Based on manual inspections we have done I believe only identifying c/c++ files are adequate. I would suggest also including .js files in the mix considering a lot of the vulnerabilities were associated with javascript files as well.

Another way of determining this also would be to get a poll. For all vulnerable Filepaths what is the demographic of filetype extensions. I believe based on that, we would be able to make a more reasonable solution. Not to mention that a lot of the code to execute this already exists.

andymeneely commented 10 years ago

I agree. Once #104 is fixed, we should get that sample and consider it source code.

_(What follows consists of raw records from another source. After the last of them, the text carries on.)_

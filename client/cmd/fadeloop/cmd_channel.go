package main

import (
	"context"
	"encoding/binary"
	"encoding/csv"
	"errors"
	"flag"
	"io"
	"math"
	"strconv"
	"strings"

	"github.com/fadeloop/fadeloop/client/render"
	pb "github.com/fadeloop/fadeloop/proto/fadeloop/v1"
)

func init() {
	register(&command{
		order:   50,
		name:    "trace",
		summary: "write fading tap-gain traces (CSV or raw binary) for other tools",
		usage:   "",
		details: `Streams the complex tap gains of --links independent links, all with the same
channel settings, from the service's fading generators. The same seed gives
the same samples whatever the chunking.

Output formats:
  table  a summary: measured mean power per tap against the profile
  csv    columns link, sample, tap, re, im, power_db (power 10·log10(re²+im²))
  bin    float32 little-endian (re, im) pairs ordered by sample, then link,
         then tap: the pair of (sample s, link k, tap l) starts at byte
         8·((s·K + k)·L + l); e.g. numpy.fromfile(f, numpy.complex64)
         .reshape(samples, links, taps). Needs --out.

Examples:
  fadeloop trace --speed-kmh 30 --profile EPA --samples 15000 --format csv --out epa.csv
  fadeloop trace --doppler-hz 100 --rate-hz 1500 --links 8 --samples 150000 --format bin --out gains.f32
  fadeloop trace --speed-kmh 3 --los --rician-k-db 6 --profile FLAT`,
		run: runTrace,
	})
	register(&command{
		order:   60,
		name:    "check",
		summary: "run the channel self-check: fading statistics measured against theory",
		usage:   "",
		details: `Runs the statistical self-check of one generator configuration on the server:
autocorrelation against J0(2π f_D τ), envelope distribution, level-crossing
rate and average fade duration at several thresholds, each line measured
against theory with its tolerance. Exit status 1 when any line fails.

Output formats: table; csv with columns name, measured, theory, tolerance,
unit, pass; json (the fadeloop.v1 CheckChannelResponse).

Examples:
  fadeloop check
  fadeloop check --speed-kmh 120 --carrier-hz 2.6e9 --profile EVA --generator spectral
  fadeloop check --doppler-hz 50 --los --rician-k-db 3 --links 512 --format csv`,
		run: runCheck,
	})
}

// channelFlags describe one ChannelSpec.
type channelFlags struct {
	dopplerHz, speedKmh, carrierHz, rateHz float64
	profile, taps, generator               string
	ricianKDB, losAngleRad                 float64
	los                                    bool
	sinusoids                              int
	seed                                   uint64
}

func (c *channelFlags) register(fs *flag.FlagSet) {
	fs.Float64Var(&c.dopplerHz, "doppler-hz", 0, "maximum Doppler f_D in `Hz` (instead of --speed-kmh)")
	fs.Float64Var(&c.speedKmh, "speed-kmh", 30, "mobile speed in `km/h` (the server sets f_D = v·f_c/c)")
	fs.Float64Var(&c.carrierHz, "carrier-hz", 2e9, "carrier frequency in `Hz` for --speed-kmh")
	fs.Float64Var(&c.rateHz, "rate-hz", 1500, "sample rate in `Hz` (the power-control update rate)")
	fs.StringVar(&c.profile, "profile", "FLAT", "tap profile `NAME`: FLAT, EPA, EVA, ETU, PEDA or VEHA")
	fs.StringVar(&c.taps, "taps", "", "custom taps `DELAY_NS:POWER_DB,...` (instead of --profile)")
	fs.BoolVar(&c.los, "los", false, "first tap Rician, with a line-of-sight component")
	fs.Float64Var(&c.ricianKDB, "rician-k-db", 0, "Rician K factor of the first tap in `dB` (with --los)")
	fs.Float64Var(&c.losAngleRad, "los-angle-rad", 0, "arrival angle of the line-of-sight component in `rad`")
	fs.StringVar(&c.generator, "generator", "default", "fading `GENERATOR`: default, sos (sum of sinusoids) or spectral")
	fs.IntVar(&c.sinusoids, "sinusoids", 0, "sinusoids per branch for --generator sos (`N`, 0: its default)")
	fs.Uint64Var(&c.seed, "seed", 1, "`SEED` of the random streams")
}

func (c *channelFlags) spec(e *env) (*pb.ChannelSpec, error) {
	s := &pb.ChannelSpec{SampleRateHz: c.rateHz, RicianKDb: c.ricianKDB, Los: c.los,
		LosAngleRad: c.losAngleRad, Sinusoids: int32(c.sinusoids)}
	set := e.flagGiven
	if set("doppler-hz") {
		if set("speed-kmh") {
			return nil, badInputf("give --doppler-hz or --speed-kmh, not both")
		}
		s.DopplerHz = c.dopplerHz
	} else if c.speedKmh != 0 {
		// The server turns speed and carrier into the Doppler frequency.
		s.SpeedKmh, s.CarrierHz = c.speedKmh, c.carrierHz
	}
	switch c.generator {
	case "default":
		s.Generator = pb.Generator_GENERATOR_DEFAULT
	case "sos":
		s.Generator = pb.Generator_GENERATOR_SUM_OF_SINUSOIDS
	case "spectral":
		s.Generator = pb.Generator_GENERATOR_SPECTRAL
	default:
		return nil, badInputf("--generator %q: must be default, sos or spectral", c.generator)
	}
	if c.taps != "" {
		if set("profile") {
			return nil, badInputf("give --profile or --taps, not both")
		}
		for _, t := range strings.Split(c.taps, ",") {
			d, p, ok := strings.Cut(strings.TrimSpace(t), ":")
			dv, e1 := strconv.ParseFloat(d, 64)
			pv, e2 := strconv.ParseFloat(p, 64)
			if !ok || e1 != nil || e2 != nil {
				return nil, badInputf("--taps: %q is not DELAY_NS:POWER_DB", t)
			}
			s.CustomTaps = append(s.CustomTaps, &pb.Tap{DelayNs: dv, PowerDb: pv})
		}
	} else {
		s.Profile = c.profile
	}
	return s, nil
}

func runTrace(e *env, fs *flag.FlagSet) action {
	var ch channelFlags
	ch.register(fs)
	links := fs.Int("links", 1, "number of independent links `K`")
	samples := fs.Int64("samples", 15000, "samples per link `N`")
	chunk := fs.Int("chunk-samples", 0, "samples per link in each streamed chunk (`N`, 0: the server's choice)")
	return func(ctx context.Context, args []string) error {
		if err := noArgs(args); err != nil {
			return err
		}
		if err := e.g.checkFormat("table", "csv", "bin"); err != nil {
			return err
		}
		if e.g.format == "bin" && (e.g.out == "" || e.g.out == "-") && isTerminal(e.stdout) {
			return badInputf("--format bin writes raw binary: give --out FILE")
		}
		spec, err := ch.spec(e)
		if err != nil {
			return err
		}
		req := &pb.StreamGainsRequest{Channel: spec, Links: int32(*links), Samples: *samples, Seed: ch.seed, ChunkSamples: int32(*chunk)}
		out, cl, release, err := e.session()
		if err != nil {
			return err
		}
		defer release()
		prog := e.newProgress("samples/s")
		w := out.Writer()
		var cw *csv.Writer
		if e.g.format == "csv" {
			cw = csv.NewWriter(w)
			cw.Write([]string{"link", "sample", "tap", "re", "im", "power_db"})
		}
		var (
			power  []float64 // per tap
			count  int64
			taps   int
			buf    []byte
			got    int64
			target = float64(*samples)
		)
		for chunk, err := range cl.StreamGains(ctx, req) {
			if err != nil {
				prog.done()
				return err
			}
			if taps == 0 {
				taps = chunk.Taps
				power = make([]float64, taps)
			}
			switch e.g.format {
			case "csv":
				for k := range chunk.Links {
					for s := range chunk.Samples {
						for l := range chunk.Taps {
							g := chunk.At(k, s, l)
							re, im := float64(real(g)), float64(imag(g))
							cw.Write([]string{strconv.Itoa(k), strconv.FormatInt(chunk.SampleOffset+int64(s), 10), strconv.Itoa(l),
								strconv.FormatFloat(re, 'g', 8, 32), strconv.FormatFloat(im, 'g', 8, 32),
								strconv.FormatFloat(10*math.Log10(re*re+im*im), 'f', 3, 64)})
						}
					}
				}
			case "bin":
				buf = buf[:0]
				for s := range chunk.Samples {
					for k := range chunk.Links {
						for l := range chunk.Taps {
							g := chunk.At(k, s, l)
							buf = binary.LittleEndian.AppendUint32(buf, math.Float32bits(real(g)))
							buf = binary.LittleEndian.AppendUint32(buf, math.Float32bits(imag(g)))
						}
					}
				}
				if _, err := w.Write(buf); err != nil {
					return err
				}
			default:
				for k := range chunk.Links {
					for s := range chunk.Samples {
						for l := range chunk.Taps {
							g := chunk.At(k, s, l)
							power[l] += float64(real(g))*float64(real(g)) + float64(imag(g))*float64(imag(g))
						}
					}
				}
				count += int64(chunk.Links * chunk.Samples)
			}
			got += int64(chunk.Samples)
			el := prog.now().Sub(prog.start).Seconds()
			prog.update(float64(got)/target, float64(got)*float64(*links)/math.Max(el, 1e-9))
		}
		prog.done()
		if cw != nil {
			cw.Flush()
			if err := cw.Error(); err != nil {
				return err
			}
		}
		if e.g.format == "table" {
			render.TraceSummary(w, spec, *links, got, power, count)
		}
		return out.commit()
	}
}

func runCheck(e *env, fs *flag.FlagSet) action {
	var ch channelFlags
	ch.register(fs)
	links := fs.Int("links", 0, "independent links (realisations) per statistic, `N` in [8, 4096] (0: the server's default, 128)")
	periods := fs.Float64("doppler-periods", 0, "record length of each link in Doppler periods 1/f_D, `N` in [20, 20000] (0: the default, 250)")
	sigmas := fs.Float64("sigmas", 0, "tolerance of each line in standard errors, `N` in [1, 10] (0: the default, 4)")
	return func(ctx context.Context, args []string) error {
		if err := noArgs(args); err != nil {
			return err
		}
		if err := e.g.checkFormat("table", "csv", "json"); err != nil {
			return err
		}
		spec, err := ch.spec(e)
		if err != nil {
			return err
		}
		out, cl, release, err := e.session()
		if err != nil {
			return err
		}
		defer release()
		resp, err := cl.CheckChannel(ctx, &pb.CheckChannelRequest{Channel: spec, Links: int32(*links),
			DopplerPeriods: *periods, Seed: ch.seed, Sigmas: *sigmas})
		if err != nil {
			return err
		}
		err = e.emit(out, resp, func(w io.Writer) error { return render.CheckCSV(w, resp) },
			func(w io.Writer) { render.CheckTable(w, spec, ch.generator, resp) })
		if err != nil {
			return err
		}
		if !resp.GetPass() {
			return errors.New("channel self-check failed")
		}
		return nil
	}
}
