package loop

import (
	"context"
	"testing"
)

// TestRunAllocsIndependentOfSlots: the slot loop allocates nothing, so a
// run four times longer (same users, batches and replications) makes no
// more allocations than the short one, apart from a few per generated
// block of slots (scheduling).
func TestRunAllocsIndependentOfSlots(t *testing.T) {
	if raceEnabled {
		t.Skip("the race detector changes allocation counts")
	}
	allocs := func(slots int64) float64 {
		sc := CanonicalScenario()
		sc.Groups[0].Count = 8
		sc.Run.Slots, sc.Run.WarmupSlots = slots, 500
		return testing.AllocsPerRun(2, func() {
			if _, err := Run(context.Background(), sc, RunOptions{}); err != nil {
				t.Fatal(err)
			}
		})
	}
	short, long := allocs(4000), allocs(16000)
	blocks := float64(16000-4000) / genBlockSlots
	t.Logf("allocations per run: %.0f at 4000 slots, %.0f at 16000 slots (%.0f more blocks)", short, long, blocks)
	if long-short > 2*blocks {
		t.Errorf("allocations grow with the run length: %.0f → %.0f", short, long)
	}
}
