package fading

import "unsafe"

// PrefetchState hints the CPU to bring the channel's own fields into its
// caches: for a caller about to fill many channels in turn (each cold in
// cache among thousands), a few channels ahead of the one it fills. A hint
// only: no result depends on it.
func (c *Channel) PrefetchState() {
	prefetchLines(unsafe.Pointer(c), int(unsafe.Sizeof(*c)+63)/64)
}

// PrefetchSamples hints the CPU to bring the internal samples that the
// next FillGains of about n output samples reads (interpolation mode)
// into its caches; it reads the channel's fields, so call it after
// PrefetchState has had time to act. A hint only: no result depends on
// it.
func (c *Channel) PrefetchSamples(n int) {
	if c.hist == 0 || n <= 0 {
		return
	}
	stride := c.hist + c.blk
	first := int(float64(c.m)*c.step) - int(c.blockStart) + c.hist - interpBefore
	first = min(max(first, 0), stride-1)
	count := min(int(float64(n)*c.step)+interpTaps+8, stride-first)
	lines := (count*8+63)/64 + 1
	for l := 0; l < c.nt; l++ {
		prefetchLines(unsafe.Pointer(&c.flatRe[l*stride+first]), lines)
		prefetchLines(unsafe.Pointer(&c.flatIm[l*stride+first]), lines)
	}
}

andymeneely commented 10 years ago

104 isn't fixed yet, so this is still preliminary. But here's a query on the vulnerable filepaths on the current data set:

irb(main):016:0> s = Filepath.joins(commit_filepaths: [commit: [code_reviews: :cvenums]]).inject(Set.new){ |acc,rs| acc << rs.filepath[/\.\w*$/]}; s.each{|ext| puts ext}
.h
.js

.cc
.gypi
.grd
.gyp
.txt
.json
.py
.mm
.html
.cfg
.cpp
.css
.S
.chromium
.c
.checksum
.xib
.vcproj
.sln
.proto
.sb
.pbxproj
.vsprops
.conf
.pem
.sed
.scons
.saves
.make
.idl
.sh
.gitignore
.main
.xml
.patch
.port

I'm thinking that the following are source code:

.h
.cc
.js
.py
.S
.c
.make
.sh

Any that I missed?

andymeneely commented 10 years ago

Responding to this comment

Let's add .cpp to the list.

I'm not sure about .sb - could be an audio file, could be a Scratch file. We need to look up an example in the production data.

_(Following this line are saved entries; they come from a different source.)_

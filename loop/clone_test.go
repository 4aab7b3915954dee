package loop

import (
	"reflect"
	"testing"
)

// sliceAddrs collects the backing-array address of every non-empty slice
// reachable from v (reflection walk, so a slice field added later is
// checked too).
func sliceAddrs(v reflect.Value, out map[uintptr]string, path string) {
	switch v.Kind() {
	case reflect.Struct:
		for i := 0; i < v.NumField(); i++ {
			sliceAddrs(v.Field(i), out, path+"."+v.Type().Field(i).Name)
		}
	case reflect.Slice:
		if v.Len() > 0 {
			out[v.Pointer()] = path
		}
		for i := 0; i < v.Len(); i++ {
			sliceAddrs(v.Index(i), out, path+"[]")
		}
	case reflect.Pointer, reflect.Map:
		if !v.IsNil() {
			out[v.Pointer()] = path
		}
	}
}

// TestCloneDeep: Clone equals the original and shares no slice with it;
// nil and empty slices keep their form.
func TestCloneDeep(t *testing.T) {
	sc := richScenario()
	sc.Groups[0].CustomTaps = []Tap{{DelayNs: 0}, {DelayNs: 50, PowerDB: -3}}
	sc.Groups[1].DistancesM = []float64{150, 250, 350}
	sc.Link.Table = []LinkPoint{{}, {}}
	sc.InnerLoop.ThresholdsDB = []float64{}
	c := sc.Clone()
	if !reflect.DeepEqual(c, sc) {
		t.Fatalf("clone differs from the original")
	}
	if c.InnerLoop.ThresholdsDB == nil || c.Groups[1].CustomTaps != nil {
		t.Errorf("nil/empty form not kept")
	}
	a, b := map[uintptr]string{}, map[uintptr]string{}
	sliceAddrs(reflect.ValueOf(sc), a, "sc")
	sliceAddrs(reflect.ValueOf(c), b, "sc")
	if len(a) < 7 { // groups, 2 speeds, 1 taps, 1 distances, levels, table
		t.Fatalf("walk found only %d slices", len(a))
	}
	for p, path := range b {
		if q, ok := a[p]; ok {
			t.Errorf("clone shares %s with the original's %s", path, q)
		}
	}
	c.Groups[0].Speeds[0].SpeedKmh = 999
	if sc.Groups[0].Speeds[0].SpeedKmh == 999 {
		t.Errorf("changing the clone changed the original")
	}
}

As for builds, looks like gyp and .scons is a lot like make, so that should be included. The .xib file is just an xml definition of an iOS app interface, so that's not source code.

Latest list:

.h
.cc
.js
.py
.S
.c
.make
.sh
.cpp
.gyp
.scons
andymeneely commented 10 years ago

Another thing we need to do is to run this query to include any files WITHOUT an extension. For example Makefile would be prominent and it's also source code.

andymeneely commented 10 years ago

Looks like .sb is a Sandbox configuration - definitely source code in nature. Updated list:

.h
.cc
.js
.py
.S
.c
.make
.sh
.cpp
.gyp
.scons
.sb

Non-extension source code: Makefile

As for non-extension files, I ran these queries

SELECT * FROM release_filepaths WHERE thefilepath NOT LIKE '%\.%';
SELECT DISTINCT substring(thefilepath from '\/\w+$') file FROM release_filepaths WHERE thefilepath NOT LIKE '%\.%';

Second query had 126 rows - the only one I would add to the list would be Makefile. Everything else was documentation stuff. DEPS was everywhere but that's not really source code.

kaylaerdmann commented 10 years ago

Looking into things more .idl, .proto, and .mm might be source code in nature.

andymeneely commented 10 years ago

Any more info on those extensions? Can you point me to some examples in Chromium?